Notre Dame de Paris: A history of construction, destruction and renewal

The cathedral — considered the geographical center of France — has evolved throughout its existence.

Photo credit:

François Roux

The news of a fire at Notre Dame de Paris on the night of April 15, 2019 sent shockwaves around the world. Tourists and Parisians alike watched helplessly as an orange glow enveloped the structure and firefighters attempted to douse the flames with water from the nearby Seine river.

Kathy Borrus, author of the newly-published book, “Notre Dame de Paris: A Celebration of the Cathedral,” watched the night’s events unfold on television from Washington D.C., where she lives.

“When I first heard about the fire I was shocked and horrified,” she says.

The fire, as well as the days of mourning and reflection that it provoked, led Borrus to immediately pick up Victor Hugo’s “Notre Dame de Paris” (or “The Hunchback of Notre Dame” in English), and begin to read it for the first time. It was Hugo’s novel, among other works of literature, history and art, that would end up informing her book about Notre Dame, published this October through Black Dog & Leventhal Publishers.
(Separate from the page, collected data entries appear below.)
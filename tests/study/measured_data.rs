//! What the built-in measured data hold, how far their sources disagree, and
//! what the estimates miss by on those substances.
//!
//! Takes the folder to write to and nothing else:
//!
//! ```text
//! cargo run --release --example measured_data -- OUTPUT_FOLDER
//! ```
//!
//! `counts.csv`: substances and values by kind. `disagreements.csv`: recorded
//! disagreements by property. `estimates.csv`: errors of the default methods,
//! measured data off, by family of the table.

use std::collections::BTreeMap;
use std::error::Error;
use std::path::PathBuf;

use groupsmith::data::{Conflict, Substances};
use groupsmith::evaluate::{Library, Profiler, properties};
use groupsmith::mixture::Slips;
use groupsmith::quantity::{Property, REFERENCE_TEMPERATURE_K};

type Fault = Box<dyn Error>;

fn main() -> Result<(), Fault> {
    let mut arguments = std::env::args_os().skip(1);
    let (Some(folder), None) = (arguments.next(), arguments.next()) else {
        return Err("usage: measured_data OUTPUT_FOLDER".into());
    };
    let folder = PathBuf::from(folder);
    std::fs::create_dir_all(&folder)?;
    let library = Library::built_in(Slips::Corrected);
    let substances = library.substances();
    std::fs::write(folder.join("counts.csv"), counts(substances))?;
    std::fs::write(folder.join("disagreements.csv"), disagreements(substances))?;
    std::fs::write(folder.join("estimates.csv"), estimates(&library)?)?;
    Ok(())
}

fn counts(substances: &Substances) -> String {
    let mut by_kind: BTreeMap<&str, [usize; 2]> = BTreeMap::new();
    let mut add = |kind, values: usize| {
        let count = by_kind.entry(kind).or_default();
        count[0] += usize::from(values > 0);
        count[1] += values;
    };
    for substance in substances.iter() {
        add("substance", 1);
        add("vapor-pressure curve", substance.vapor_pressures().len());
        add("density curve", substance.liquid_densities().len());
        for property in Property::ALL {
            let values = substance.constants().iter();
            let of_this = values.filter(|constant| constant.property == property);
            add(property.id(), of_this.count());
        }
    }
    let mut text = String::from("kind,substances,values\n");
    for (kind, [with, values]) in by_kind {
        if values > 0 {
            text.push_str(&format!("{kind},{with},{values}\n"));
        }
    }
    text
}

fn disagreements(substances: &Substances) -> String {
    let mut by_property: BTreeMap<(&str, &str), Vec<(f64, &str)>> = BTreeMap::new();
    for conflict in substances.conflicts() {
        let substance = substances.iter().nth(conflict.substance);
        let name = substance.map_or("", |substance| substance.name());
        // A row without a used value says why there is none.
        if let Some(difference) = difference(conflict) {
            by_property
                .entry((&conflict.property, unit(conflict)))
                .or_default()
                .push((difference, name));
        }
    }
    let mut text = String::from("property,unit,disagreements,median,worst,worst_of\n");
    for ((property, unit), mut differences) in by_property {
        differences.sort_by(|a, b| a.0.total_cmp(&b.0));
        let median = differences[differences.len() / 2].0;
        let &(worst, name) = differences.last().expect("no group is empty");
        text.push_str(&format!(
            "{property},{unit},{},{median:.2},{worst:.2},\"{name}\"\n",
            differences.len()
        ));
    }
    text
}

/// Difference of the two values: in percent for densities, else in their unit;
/// the largest of the three for Hansen parameters.
fn difference(conflict: &Conflict) -> Option<f64> {
    let numbers = |text: &str| -> Vec<f64> {
        text.split_whitespace()
            .filter_map(|number| number.parse().ok())
            .collect()
    };
    let (used, other) = (numbers(&conflict.used), numbers(&conflict.other));
    let largest = used
        .iter()
        .zip(&other)
        .map(|(used, other)| match &*conflict.unit {
            "K" | "MPa^0.5" => (used - other).abs(),
            _ => 100.0 * (other / used - 1.0).abs(),
        })
        .max_by(f64::total_cmp)?;
    Some(largest)
}

fn unit(conflict: &Conflict) -> &str {
    match &*conflict.unit {
        unit @ ("K" | "MPa^0.5") => unit,
        _ => "percent",
    }
}

/// Properties in which the error is a difference in K; the others are in percent.
const IN_KELVIN: [Property; 3] = [
    Property::BoilingPoint,
    Property::MeltingPoint,
    Property::FlashPoint,
];

fn estimates(library: &Library) -> Result<String, Fault> {
    let mut profiler = Profiler::new();
    let mut errors: BTreeMap<(Property, &str, &str), Vec<f64>> = BTreeMap::new();
    let mut asked: BTreeMap<Property, usize> = BTreeMap::new();
    for substance in library.substances().iter() {
        let profile = profiler.profile(library, substance.smiles())?;
        let all = properties(library, &profile, None, REFERENCE_TEMPERATURE_K);
        for property in Property::ALL {
            let Some(Ok(measured)) = substance.measured(property, REFERENCE_TEMPERATURE_K) else {
                continue;
            };
            *asked.entry(property).or_default() += 1;
            let Ok(estimate) = &all[property as usize] else {
                continue;
            };
            let error = if IN_KELVIN.contains(&property) {
                estimate.value - measured.value
            } else {
                100.0 * (estimate.value / measured.value - 1.0)
            };
            for family in ["all", substance.family().unwrap_or("none")] {
                errors
                    .entry((property, estimate.method, family))
                    .or_default()
                    .push(error);
            }
        }
    }
    let mut text = String::from(
        "property,method,family,unit,measured,estimated,mean_abs,median_abs,worst_abs,bias\n",
    );
    for ((property, method, family), mut errors) in errors {
        let count = errors.len() as f64;
        let bias = errors.iter().sum::<f64>() / count;
        errors.iter_mut().for_each(|error| *error = error.abs());
        errors.sort_by(f64::total_cmp);
        let mean = errors.iter().sum::<f64>() / count;
        let unit = if IN_KELVIN.contains(&property) {
            "K"
        } else {
            "percent"
        };
        let measured = match family {
            "all" => asked[&property].to_string(),
            _ => String::new(),
        };
        text.push_str(&format!(
            "{},{method},{family},{unit},{measured},{},{mean:.2},{:.2},{:.2},{bias:+.2}\n",
            property.id(),
            errors.len(),
            errors[errors.len() / 2],
            errors[errors.len() - 1],
        ));
    }
    Ok(text)
}
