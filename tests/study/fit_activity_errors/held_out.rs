//! Coverage and width on systems that were held out.

use std::collections::BTreeMap;
use std::fmt;
use std::fmt::Write as _;

use groupsmith::mixture::ActivityModel;

use super::Fault;
use super::cases::{Case, Cases, FOLDS};
use super::fit::{self, Variant};

/// An interval around a prediction beside what was measured, both less the prediction.
#[derive(Clone, Copy)]
struct Tested {
    low: f64,
    high: f64,
    found: f64,
}

impl Tested {
    fn holds(&self) -> bool {
        (self.low..=self.high).contains(&self.found)
    }

    fn width(&self) -> f64 {
        self.high - self.low
    }

    /// Width, and twenty times what the interval misses by: small is good
    /// (Gneiting, Raftery, J. Am. Stat. Assoc. 102 (2007) 359-378, eq. 43).
    fn score(&self) -> f64 {
        let missed = (self.low - self.found).max(self.found - self.high).max(0.0);
        self.width() + 20.0 * missed
    }
}

/// All tests of a variant, those of one value and those of a ratio, by what
/// they are grouped by.
pub(super) struct Check {
    model: ActivityModel,
    groups: BTreeMap<(&'static str, &'static str, String), Vec<Tested>>,
}

/// The overall figures of a variant.
pub(super) struct Summary {
    gamma: [f64; 4],
    ratio: [f64; 4],
}

impl Check {
    pub(super) const HEAD: &'static str = "model,figure,by,class,values,coverage,median_width_in_ln,mean_width_in_ln,interval_score\n";

    /// Fits four folds and tests the fifth, each in turn. A ratio is tested
    /// where both of its values are held out.
    pub(super) fn cross_validated(cases: &Cases, variant: Variant) -> Result<Self, Fault> {
        let mut check = Self {
            model: cases.model,
            groups: BTreeMap::new(),
        };
        for fold in 0..FOLDS {
            let fitted = fit::fit(cases, &cases.indices(|case| case.fold != fold), variant)?;
            let model = fitted.error_model(variant)?;
            for case in cases.all.iter().filter(|case| case.fold == fold) {
                let (low, high) = model.interval(fit::error_of(&model, case));
                let tested = Tested {
                    low,
                    high,
                    found: case.residual,
                };
                for (by, class) in groupings(case) {
                    check.add("gamma_infinity", by, class, tested);
                }
            }
            for pair in &cases.pairs {
                let (first, second) = (&cases.all[pair.first], &cases.all[pair.second]);
                if first.fold != fold || second.fold != fold {
                    continue;
                }
                let (low, high) = model.interval_of_difference(
                    fit::error_of(&model, first),
                    fit::error_of(&model, second),
                    pair.likeness,
                    first.solvent.1,
                );
                let tested = Tested {
                    low,
                    high,
                    found: first.residual - second.residual,
                };
                let water = if first.in_water() {
                    "water"
                } else {
                    "not water"
                };
                for (by, class) in [
                    ("all", "all".to_owned()),
                    ("aqueous", water.to_owned()),
                    ("likeness", pair.likeness.id().to_owned()),
                    ("solvent", first.solvent.1.id().to_owned()),
                ] {
                    check.add("selectivity", by, class, tested);
                }
            }
        }
        Ok(check)
    }

    fn add(&mut self, figure: &'static str, by: &'static str, class: String, tested: Tested) {
        let group = self.groups.entry((figure, by, class)).or_default();
        group.push(tested);
    }

    /// Lines of the table of coverage.
    pub(super) fn table(&self) -> String {
        let mut text = String::new();
        for ((figure, by, class), tested) in &self.groups {
            let [coverage, median, mean, score] = figures(tested);
            writeln!(
                text,
                "{},{figure},{by},{class},{},{coverage:.3},{median:.2},{mean:.2},{score:.2}",
                self.model.id(),
                tested.len()
            )
            .expect("writing to a text does not fail");
        }
        text
    }

    pub(super) fn summary(&self) -> Summary {
        let all = |figure| figures(&self.groups[&(figure, "all", "all".to_owned())]);
        Summary {
            gamma: all("gamma_infinity"),
            ratio: all("selectivity"),
        }
    }
}

/// Coverage, median and mean width, mean score.
fn figures(tested: &[Tested]) -> [f64; 4] {
    let n = tested.len() as f64;
    let held = tested.iter().filter(|one| one.holds()).count() as f64;
    let widths = tested.iter().map(|one| (one.width(), 1.0)).collect();
    [
        held / n,
        fit::quantile(widths, 0.5),
        tested.iter().map(Tested::width).sum::<f64>() / n,
        tested.iter().map(Tested::score).sum::<f64>() / n,
    ]
}

/// What the coverage of a case is told by.
fn groupings(case: &Case) -> [(&'static str, String); 6] {
    let water = if case.in_water() {
        "water"
    } else {
        "not water"
    };
    let band = |edges: &[f64], value: f64, unit: &str| {
        let above = edges.iter().filter(|&&edge| value >= edge).count();
        match above {
            0 => format!("1: below {}{unit}", edges[0]),
            above if above == edges.len() => {
                format!("{}: from {}{unit}", above + 1, edges[above - 1])
            }
            above => format!(
                "{}: {} to {}{unit}",
                above + 1,
                edges[above - 1],
                edges[above]
            ),
        }
    };
    [
        ("all", "all".into()),
        ("solute", case.solute.1.id().into()),
        ("solvent", case.solvent.1.id().into()),
        ("aqueous", water.into()),
        (
            "temperature",
            band(
                &[290.0, 310.0, 330.0, 350.0, 370.0],
                case.temperature_k,
                " K",
            ),
        ),
        (
            "predicted",
            band(&[-0.5, 0.0, 0.5, 1.0, 2.0, 4.0, 7.0], case.predicted, ""),
        ),
    ]
}

impl Summary {
    pub(super) const HEAD: &'static str = "model,variant,gamma_coverage,gamma_median_width,gamma_mean_width,gamma_score,ratio_coverage,ratio_median_width,ratio_mean_width,ratio_score\n";

    pub(super) fn line(&self, model: ActivityModel, variant: Variant) -> String {
        let [a, b, c, d] = self.gamma;
        let [e, f, g, h] = self.ratio;
        format!(
            "{},{},{a:.3},{b:.2},{c:.2},{d:.2},{e:.3},{f:.2},{g:.2},{h:.2}\n",
            model.id(),
            variant.name
        )
    }
}

impl fmt::Display for Summary {
    fn fmt(&self, f: &mut fmt::Formatter<'_>) -> fmt::Result {
        write!(
            f,
            "the 90 % interval of ln gamma holds {:.1} % (median width {:.2}), that of a ratio in one solvent {:.1} % (median width {:.2})",
            100.0 * self.gamma[0],
            self.gamma[1],
            100.0 * self.ratio[0],
            self.ratio[1]
        )
    }
}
Borrus’s “Notre Dame de Paris” is an excellent primer on not just the building itself, but on its place in French culture and society. From the nearly 200 years of construction that took place over the 12th to the 14th centuries to the Viollet-le-Duc restoration in the mid 19th, Notre Dame has constantly evolved, while at the same time remaining one of — if not the — most recognizable monuments in Paris.
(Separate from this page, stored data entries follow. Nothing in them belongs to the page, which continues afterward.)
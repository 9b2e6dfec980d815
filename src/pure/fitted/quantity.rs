//! What is fitted, and from which terms.

use crate::groups::environment::Order;

/// How much is known of the molecule.
#[derive(Clone, Copy, Debug, PartialEq, Eq, Hash, PartialOrd, Ord)]
pub enum Level {
    /// Counts of first-order environments, which pieces settle.
    Count,
    /// The whole structure.
    Structure,
}

impl Level {
    /// Both.
    pub const ALL: [Self; 2] = [Self::Count, Self::Structure];

    /// The word in files and method names.
    pub const fn id(self) -> &'static str {
        match self {
            Self::Count => "count-level",
            Self::Structure => "structure-level",
        }
    }
}

/// A fitted quantity. Values are in SI units; temperatures 298.15 K where one matters.
#[derive(Clone, Copy, Debug, PartialEq, Eq, Hash, PartialOrd, Ord)]
#[repr(u8)]
pub enum Quantity {
    /// Normal boiling point, K.
    BoilingPoint,
    /// Molar volume of the liquid at its [reference temperature](super::volume_temperature_k), m³/mol.
    MolarVolume,
    /// Critical temperature, K.
    CriticalTemperature,
    /// Critical pressure, Pa.
    CriticalPressure,
    /// Critical volume, m³/mol.
    CriticalVolume,
    /// Enthalpy of vaporization at 298.15 K, J/mol.
    EnthalpyOfVaporizationAt298,
    /// Slope of the vapor-pressure curve at the normal boiling point, d ln P / d ln T.
    VaporPressureSlope,
    /// Closed-cup flash point, K.
    FlashPoint,
    /// Melting point, K.
    MeltingPoint,
    /// Liquid viscosity at 298.15 K, Pa s.
    Viscosity,
    /// Surface tension at 298.15 K, N/m.
    SurfaceTension,
    /// Hansen dispersion parameter, Pa^0.5.
    HansenDispersion,
    /// Hansen polar parameter, Pa^0.5.
    HansenPolar,
    /// Hansen hydrogen-bonding parameter, Pa^0.5.
    HansenHydrogenBonding,
    /// log10 of the octanol–water partition coefficient.
    LogPOctanolWater,
    /// Ideal-gas enthalpy of formation at 298.15 K, J/mol.
    IdealGasEnthalpyOfFormation,
}

/// Whether terms count whole molecules or are shared out over the heavy atoms.
#[derive(Clone, Copy, Debug, PartialEq, Eq)]
pub enum PerAtom {
    /// Counts, for what adds up.
    Count,
    /// Counts over heavy atoms, for what is an average or is fitted per atom.
    Share,
    /// Both, with terms in the size.
    Both,
}

/// The terms of a linear sum.
#[derive(Clone, Copy, Debug, PartialEq, Eq)]
pub struct Terms {
    /// How environments are counted.
    pub per_atom: PerAtom,
    /// Whether bonds and other pairs count beside first and second order.
    pub pairs: bool,
    /// Whether products of class counts (hydroxyls, carbonyls, rings, …) count.
    pub products: bool,
    /// Whether boiling point and molar volume are among the inputs.
    pub rests_on_others: bool,
}

impl Quantity {
    /// How many there are.
    pub const COUNT: usize = 16;

    /// Every quantity; `ALL[q as usize] == q`. Later ones may rest on earlier ones.
    pub const ALL: [Self; Self::COUNT] = [
        Self::BoilingPoint,
        Self::MolarVolume,
        Self::CriticalTemperature,
        Self::CriticalPressure,
        Self::CriticalVolume,
        Self::EnthalpyOfVaporizationAt298,
        Self::VaporPressureSlope,
        Self::FlashPoint,
        Self::MeltingPoint,
        Self::Viscosity,
        Self::SurfaceTension,
        Self::HansenDispersion,
        Self::HansenPolar,
        Self::HansenHydrogenBonding,
        Self::LogPOctanolWater,
        Self::IdealGasEnthalpyOfFormation,
    ];

    /// The name in parameter files.
    pub const fn id(self) -> &'static str {
        match self {
            Self::BoilingPoint => "boiling_point",
            Self::MolarVolume => "molar_volume",
            Self::CriticalTemperature => "critical_temperature",
            Self::CriticalPressure => "critical_pressure",
            Self::CriticalVolume => "critical_volume",
            Self::EnthalpyOfVaporizationAt298 => "enthalpy_of_vaporization_298",
            Self::VaporPressureSlope => "vapor_pressure_slope",
            Self::FlashPoint => "flash_point",
            Self::MeltingPoint => "melting_point",
            Self::Viscosity => "liquid_viscosity",
            Self::SurfaceTension => "surface_tension",
            Self::HansenDispersion => "hansen_dispersion",
            Self::HansenPolar => "hansen_polar",
            Self::HansenHydrogenBonding => "hansen_hydrogen_bonding",
            Self::LogPOctanolWater => "log_p_octanol_water",
            Self::IdealGasEnthalpyOfFormation => "ideal_gas_enthalpy_of_formation",
        }
    }

    /// The quantity of this name.
    pub fn from_id(id: &str) -> Option<Self> {
        Self::ALL.into_iter().find(|quantity| quantity.id() == id)
    }

    /// The terms of its linear sum.
    pub const fn terms(self, level: Level) -> Terms {
        let structure = matches!(level, Level::Structure);
        match self {
            Self::BoilingPoint => Terms {
                per_atom: PerAtom::Both,
                pairs: structure,
                products: true,
                rests_on_others: false,
            },
            Self::MolarVolume => Terms {
                per_atom: PerAtom::Share,
                pairs: structure,
                products: !structure,
                rests_on_others: false,
            },
            Self::MeltingPoint | Self::LogPOctanolWater => Terms {
                per_atom: PerAtom::Both,
                pairs: structure,
                products: false,
                rests_on_others: false,
            },
            Self::IdealGasEnthalpyOfFormation => Terms {
                per_atom: PerAtom::Count,
                pairs: structure,
                products: false,
                rests_on_others: false,
            },
            _ => Terms {
                per_atom: PerAtom::Share,
                pairs: false,
                products: false,
                rests_on_others: true,
            },
        }
    }

    /// Whether an environment of this order is a term.
    pub fn takes(self, level: Level, order: Order) -> bool {
        let terms = self.terms(level);
        match order {
            Order::Atom | Order::First => true,
            Order::Second | Order::Shape => level == Level::Structure && !terms.rests_on_others,
            Order::Pair => level == Level::Structure && terms.pairs,
        }
    }
}
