/// The slope with cold that makes errors of cold states as many scales wide as
/// those of all states; not below 0.
fn cold_slope(cases: &Cases, errors: &[Option<LnError>]) -> f64 {
    let is_cold = |case: &Case| case.temperature_k < COLD_BELOW_K;
    let cold: Vec<f64> = cases
        .all
        .iter()
        .filter(|case| is_cold(case))
        .map(coldness)
        .collect();
    let mean = cold.iter().sum::<f64>() / cold.len() as f64;
    let wider = reach(cases, errors, is_cold) / reach(cases, errors, |_| true);
    (wider.ln() / mean).max(0.0)
}

/// Widens classes whose errors, held out, reach further than those of all:
/// logarithms of factors by class, drawn to 0 and never below it.
fn class_factors(
    cases: &Cases,
    errors: &[Option<LnError>],
    class_of: impl Fn(&Case) -> ChemicalClass,
) -> [f64; CLASSES] {
    let all = reach(cases, errors, |_| true);
    ChemicalClass::ALL.map(|class| {
        let n = cases.all.iter().zip(errors);
        let n = n.filter(|(case, error)| error.is_some() && class_of(case) == class);
        let n = n.count() as f64;
        if n == 0.0 {
            return 0.0;
        }
        let wider = reach(cases, errors, |case| class_of(case) == class) / all;
        (n / (n + FACTOR_PENALTY) * wider.ln()).max(0.0)
    })
}

/// The error that a model expects of a case.
pub(super) fn error_of(model: &ErrorModel, case: &Case) -> LnError {
    model.error(
        (&case.solute.0, case.solute.1),
        (&case.solvent.0, case.solvent.1),
        case.temperature_k,
        case.predicted,
    )
}

/// The weighted quantile of values with weights.
pub(super) fn quantile(mut values: Vec<(f64, f64)>, part: f64) -> f64 {
    values.sort_by(|one, other| one.0.total_cmp(&other.0));
    let all: f64 = values.iter().map(|(_, weight)| weight).sum();
    let mut sum = 0.0;
    for (value, weight) in &values {
        sum += weight;
        if sum >= part * all {
            return *value;
        }
    }
    values.last().map_or(0.0, |(value, _)| *value)
}
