impl Section<'_> {
    fn has(&self, key: &str) -> bool {
        self.table.contains_key(key) || self.mistyped.contains(&key)
    }

    /// What a field is that the table does not hold.
    fn lacking<T>(&self, key: &str) -> Field<T> {
        match self.mistyped.contains(&key) {
            true => Field::Faulty,
            false => Field::Absent,
        }
    }
}

struct Reader<'a> {
    lines: Lines<'a>,
    faults: Vec<(Place, Cause)>,
}

/// Reads the text of a brief; faults come in no particular order.
pub(super) fn read(text: &str) -> (RawBrief, Vec<(Place, Cause)>) {
    let mut reader = Reader {
        lines: Lines::new(text),
        faults: Vec::new(),
    };
    let document = match Document::parse(text) {
        Ok(document) => document,
        Err(error) => {
            let place = reader.lines.start_of(error.span()).unwrap_or(Place::START);
            let message = error.message().split_whitespace().collect::<Vec<_>>();
            reader.faults.push((
                place,
                Cause::Syntax {
                    message: message.join(" "),
                },
            ));
            return (RawBrief::default(), reader.faults);
        }
    };
    let root = Section {
        table: document.as_table(),
        name: "the brief".into(),
        prefix: String::new(),
        place: Place::START,
        mistyped: Vec::new(),
    };
    let brief = reader.brief(root);
    (brief, reader.faults)
}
“Beyond its religious purpose, it’s a part of French history,” Borrus says. “It’s always been a part of everyday life in Paris.”

In the book, Borrus takes readers through the church’s different iterations and the various challenges it has faced over the years, not least of all the April fire. Thoroughly researched, the book also informs readers about some of the lesser known facts about Notre Dame. (Such as, for example, the fact that during the French Revolution, the church was used as a warehouse for food and wine, or the fact that the famous chimeras and gargoyles that adorn the building weren’t added until the mid-19th century.)

“It was all of the stories that fascinated me,” she says of the writing process, which took place over just a few short months.

As Notre Dame enters the third decade of the 21st century, its evolution will no doubt continue. But Borrus, for her part, is pretty sure on one thing. “They have to rebuild with new materials,” she says, referring to the debate about how to best rebuild the church. “I think the visionary architects from the 19th century would agree.”